§ **Requirement**
List every line in this data where the string "dict" occurs.

§ **Dataset records**
@pytest.mark.parametrize("text,needle", [c[1:] for c in RAW_PRESETS], ids=[c[0] for c in RAW_PRESETS])
def test_malformed_preset_files(here, capsys, text, needle):
    p = here / "preset.toml"
    (p.write_bytes if isinstance(text, bytes) else p.write_text)(text)
    refused(breed(here, p), capsys, here, needle)


def test_missing_preset_and_a_folder_for_a_preset(here, capsys):
    refused(breed(here, here / "nope.toml"), capsys, here, "no such preset")
    (here / "folder.toml").mkdir()
    refused(breed(here, here / "folder.toml"), capsys, here, "is a folder")


BREED_FLAGS = [
    ("override nested too deeply", ["--set", "fitness.sweeps=" + "[" * 600 + "]" * 600], "nested too deeply"),
    ("override without a table", ["--set", "population"], "table.key=value"),
    ("zero population", ["--population", "0"], "positive"),
    ("unknown cluster address", ["--cluster", "udp://somewhere"], "--cluster must be"),
    ("absurd graph flag", ["--graph", "zephyr:999"], "nodes"),
    ("NaN coupling flag", ["--couplings", "levels:nan"], "finite"),
    ("resume with nothing to resume", ["--resume"], "no checkpoint"),
    ("library in a folder of other things", ["--library", "{tmp}"], "not an instgen library"),
    ("library path that is a file", ["--library", "{tmp}/preset.toml"], "not an instgen library"),
]


@pytest.mark.parametrize("flags,needle", [c[1:] for c in BREED_FLAGS], ids=[c[0] for c in BREED_FLAGS])
def test_bad_breed_flags(here, capsys, flags, needle):
    p = here / "preset.toml"
    p.write_text(preset_text({}))
    refused(breed(here, p, *[str(f).replace("{tmp}", str(here)) for f in flags]), capsys, here, needle)


def _checkpoint_hash(preset):
    from instgen.evolve.engine import _resume_hash
    from instgen.preset import load_preset

    return _resume_hash(load_preset(preset))


RUN_FOLDERS = [
    ("fresh run over an existing one", lambda p: "{}", [], "already holds a run"),
    ("damaged checkpoint", lambda p: '{"format": "instgen-checkpo', ["--resume"], "damaged"),
    ("checkpoint of a newer format", lambda p: json.dumps({"format": "instgen-checkpoint", "format_version": 9}),
     ["--resume"], "checkpoint format 9"),
    ("checkpoint without its state", lambda p: json.dumps({"format": "instgen-checkpoint", "format_version": 1,
                                                          "resume_hash": _checkpoint_hash(p)}),
     ["--resume"], "damaged"),
    ("checkpoint of other settings", lambda p: json.dumps({"format": "instgen-checkpoint", "format_version": 1,
                                                          "resume_hash": "0" * 16}),
     ["--resume"], "different settings"),
]


@pytest.mark.parametrize("content,flags,needle", [c[1:] for c in RUN_FOLDERS], ids=[c[0] for c in RUN_FOLDERS])
def test_run_folders_are_never_overwritten_or_misread(here, capsys, content, flags, needle):
    p = here / "preset.toml"
    p.write_text(preset_text({}))
    (here / "run").mkdir()
    (here / "run" / "checkpoint.json").write_text(content(p))
    (here / "run" / "log.jsonl").write_text('{"generation": 0}\n')
    refused(breed(here, p, *flags), capsys, here, needle)


# ------------------------------------------------------------ instance files
def _set(key, value):
    return lambda d: {**d, key: value}


def _meta(**meta):
    return lambda d: {**d, "metadata": {**d["metadata"], **meta}}


def _literal(doc, key, token):
    """The file's text with the first value of ``key`` written as ``token`` (JSON has no NaN or infinity)."""
    return json.dumps({**doc, key: ["@"] + doc[key][1:]}).replace('"@"', token, 1)


def _cert(**changes):
    def f(d):
        cert = {"energy": -8.0, "state": [1] * d["n"], "method": "enumeration", "status": "proven",
                "seconds": 0.0, "ground_states": None, "details": {}}
        return {**d, "metadata": {**d["metadata"], "certificate": {**cert, **changes}}}
    return f


INSTANCES = [
    ("truncated", lambda d: json.dumps(d)[:300], "not valid JSON"),
    ("empty file", lambda d: "", "not valid JSON"),
    ("byte order mark", lambda d: "\ufeff" + json.dumps(d), "not valid JSON"),
    ("not UTF-8", lambda d: b"\x89PNG\r\n\x1a\n\x00\x00", "UTF-8"),
    ("nested too deeply", lambda d: "[" * 100_000 + "]" * 100_000, "nested too deeply"),
    ("a number at the top", lambda d: "42", "JSON object"),
    ("format version 0", _set("format_version", 0), "not supported"),
    ("format version as text", _set("format_version", "1"), "whole number"),
    ("missing couplings", lambda d: {k: v for k, v in d.items() if k != "J"}, "missing field"),
    ("no spins", lambda d: {**d, "n": 0, "labels": [], "edges": [], "J": [], "h": []}, "at least one spin"),
    ("n as true", _set("n", True), "positive whole number"),
    ("h too long", lambda d: {**d, "h": d["h"] + [0.0]}, "h has"),
    ("labels too few", lambda d: {**d, "labels": d["labels"][:-1]}, "labels for n"),
    ("planted too short", lambda d: {**d, "planted": [1] * (d["n"] - 1)}, "planted"),
    ("text labels collide", lambda d: {**d, "labels": ["q"] * d["n"]}, "collide"),
    ("tuple labels collide", lambda d: {**d, "labels": [[0, 1]] * d["n"]}, "collide"),
    ("negative spin index", lambda d: {**d, "edges": [[-1, 3]] + d["edges"][1:]}, "negative spin index"),
    ("index that wraps a 32-bit integer", lambda d: {**d, "edges": [[0, 2**32 + 1]] + d["edges"][1:]}, "2**31"),
    ("index beyond any integer type", lambda d: {**d, "edges": [[0, 2**70]] + d["edges"][1:]}, "pairs of whole"),
    ("fractional spin index", lambda d: {**d, "edges": [[0, 1.5]] + d["edges"][1:]}, "pairs of whole"),
    ("NaN coupling", lambda d: _literal(d, "J", "NaN"), "finite"),
    ("infinite field", lambda d: _literal(d, "h", "Infinity"), "finite"),
    ("coupling too large for a float", lambda d: _literal(d, "J", "1e999"), "finite"),
    ("integer coupling beyond a float", lambda d: {**d, "J": [2**1100] + d["J"][1:]}, "fit a float"),
    ("energies that overflow", lambda d: {**d, "J": [1e308] * len(d["J"])}, "overflow"),
    ("true as a coupling", lambda d: {**d, "J": [True] + d["J"][1:]}, "numbers only"),
    ("infinity in the metadata", lambda d: json.dumps({**d, "metadata": {"note": "@"}}).replace('"@"', "1e999"),
     "1e999"),
    ("lone surrogate in a label", lambda d: json.dumps({**d, "labels": ["@"] + d["labels"][1:]})
     .replace('"@"', '"\\ud800"'), "not valid Unicode"),
    ("graph as a number", _set("graph", 7), "'graph' must be a string"),
    ("certificate as text", _meta(certificate="trust me"), "certificate"),
    ("certificate of the wrong length", _cert(state=[1, -1]), "certificate"),
    ("certificate with a made-up status", _cert(status="trust-me"), "certificate"),
    ("certificate energy as text", _cert(energy="low"), "certificate"),
    ("rules naming an unknown alphabet", _meta(rules={"couplings": "triangle", "fields": "none"}), "rules"),
    ("rules with a range as text", _meta(rules={"couplings": "pm1", "fields": "none", "coupling_range": "x"}),
     "rules"),
    ("scores as text", _meta(scores="fast"), "scores"),
    ("score without a metric", _meta(scores=[{"value": 3}]), "scores"),
    ("tags that are not text", _meta(tags=[1, None]), "tags"),
    ("construction as text", _meta(construction="loops"), "construction"),
]


def _write_case(path, make):
    doc = make(good_doc())
    if isinstance(doc, bytes):
        path.write_bytes(doc)
    elif isinstance(doc, str):
        path.write_text(doc)
    else:
        write_doc(path, doc)
    return path


@pytest.mark.parametrize("make,needle", [c[1:] for c in INSTANCES], ids=[c[0] for c in INSTANCES])
def test_bad_instance_files(here, capsys, make, needle):
    f = _write_case(here / "bad.json", make)
    refused(["info", f], capsys, here, needle)


def test_nan_coupling_case_really_holds_nan(tmp_path):
    """Guard for the text-edited cases above: the edit must land in the file (else they test nothing)."""
    cases = dict((c[0], c[1]) for c in INSTANCES)
    for name, token in (("NaN coupling", "NaN"), ("infinite field", "Infinity"),
                        ("coupling too large for a float", "1e999"), ("infinity in the metadata", "1e999"),
                        ("lone surrogate in a label", "\\ud800")):
        assert token in cases[name](good_doc()), name


COMMANDS = [
    ("score", lambda f, d: ["score", f, "--reads", "4", "--sweeps", "5,10", "--scale", "1"]),
    ("certify and write", lambda f, d: ["certify", f, "--write"]),
    ("file into a library", lambda f, d: ["library", "add", f, "--library", d / "lib"]),
    ("anneal profile", lambda f, d: ["profile", f, "--out", d / "profiles"]),
]


@pytest.mark.parametrize("case", ["truncated", "certificate of the wrong length", "no spins",
                                  "infinity in the metadata"])
@pytest.mark.parametrize("argv", [c[1] for c in COMMANDS], ids=[c[0] for c in COMMANDS])
def test_bad_instance_files_under_every_command(here, capsys, case, argv):
    f = _write_case(here / "bad.json", dict((c[0], c[1]) for c in INSTANCES)[case])
    refused(argv(f, here), capsys, here, dict((c[0], c[2]) for c in INSTANCES)[case])


# ------------------------------------------------------------ library folders
@pytest.fixture(scope="module")
def template(tmp_path_factory):
    return make_library(tmp_path_factory.mktemp("template") / "lib", count=3)


@pytest.fixture
def lib(here, template):
    return copy_tree(template, here / "lib")


def _sql(statement):
    def f(root):
        con = sqlite3.connect(root / "index.sqlite")
        con.execute(statement)
        con.commit()
        con.close()
    return f


def _write(name, data):
    return lambda root: (root / name).write_bytes(data)


def _entries(action):
    def f(root):
        for p in sorted((root / "entries").iterdir()):
            action(p)
    return f


def _remove_index(root):
    (root / "index.sqlite").unlink()


def _index_as_folder(root):
    (root / "index.sqlite").unlink()
    (root / "index.sqlite").mkdir()


def _remove_entries_folder(root):
    for p in (root / "entries").iterdir():
        p.unlink()
    (root / "entries").rmdir()


LIBRARIES = [
    ("missing index", _remove_index, ["list"], "has no index.sqlite"),
    ("index of garbage", _write("index.sqlite", b"not a database at all" * 100), ["list"], "damaged"),
    ("empty index", _write("index.sqlite", b""), ["list"], "damaged"),
    ("index is a folder", _index_as_folder, ["list"], "not a file"),
    ("schema version 0", _sql("UPDATE meta SET value = '0' WHERE key = 'schema_version'"), ["list"],
     "cannot upgrade"),
    ("no schema version", _sql("DELETE FROM meta WHERE key = 'schema_version'"), ["list"], "no schema version"),
    ("schema version as text", _sql("UPDATE meta SET value = 'two' WHERE key = 'schema_version'"), ["verify"],
     "no schema version"),
    ("other fingerprint scheme", _sql("UPDATE meta SET value = '9' WHERE key = 'fingerprint_version'"), ["list"],
     "fingerprint version 9"),
    ("entries folder missing", _remove_entries_folder, ["list"], "entries/ folder is missing"),
    ("entry file missing, suite asked", _entries(lambda p: p.unlink()),
     ["suite", "--count", "2", "--out", "{tmp}/suite", "--include-not-proven"], "missing"),
    ("entry file truncated, export asked", _entries(lambda p: p.write_bytes(p.read_bytes()[:40])),
     ["export", "--all", "--out", "{tmp}/out"], "changed since it was filed"),
    ("entry file outside the library", _sql("UPDATE entries SET file = '../../../etc/passwd'"),
     ["export", "--all", "--out", "{tmp}/out"], "not entries/<fingerprint>.json"),
    ("entry file outside, verify asked", _sql("UPDATE entries SET file = '/etc/hostname'"), ["verify"],
     "not entries/<fingerprint>.json"),
    ("certificate energy as text", _sql("UPDATE entries SET cert_status = 'proven', cert_energy = 'low', "
                                        "cert_state = '++'"), ["list"], "damaged"),
    ("provenance not JSON", _sql("UPDATE entries SET provenance = '{oops'"), ["show", "{first}"], "damaged"),
    ("scores table gone", _sql("DROP TABLE scores"), ["list"], "no such table"),
]


@pytest.mark.parametrize("damage,argv,needle", [c[1:] for c in LIBRARIES], ids=[c[0] for c in LIBRARIES])
def test_damaged_library_folders(here, lib, capsys, damage, argv, needle):
    first = sorted((lib / "entries").iterdir())[0].name[:8]
    damage(lib)
    argv = [str(a).replace("{tmp}", str(here)).replace("{first}", first) for a in argv]
    refused(["library", *argv, "--library", lib], capsys, here, needle)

§ **Answer for the task**
    cases = dict((c[0], c[1]) for c in INSTANCES)
    f = _write_case(here / "bad.json", dict((c[0], c[1]) for c in INSTANCES)[case])
    refused(argv(f, here), capsys, here, dict((c[0], c[2]) for c in INSTANCES)[case])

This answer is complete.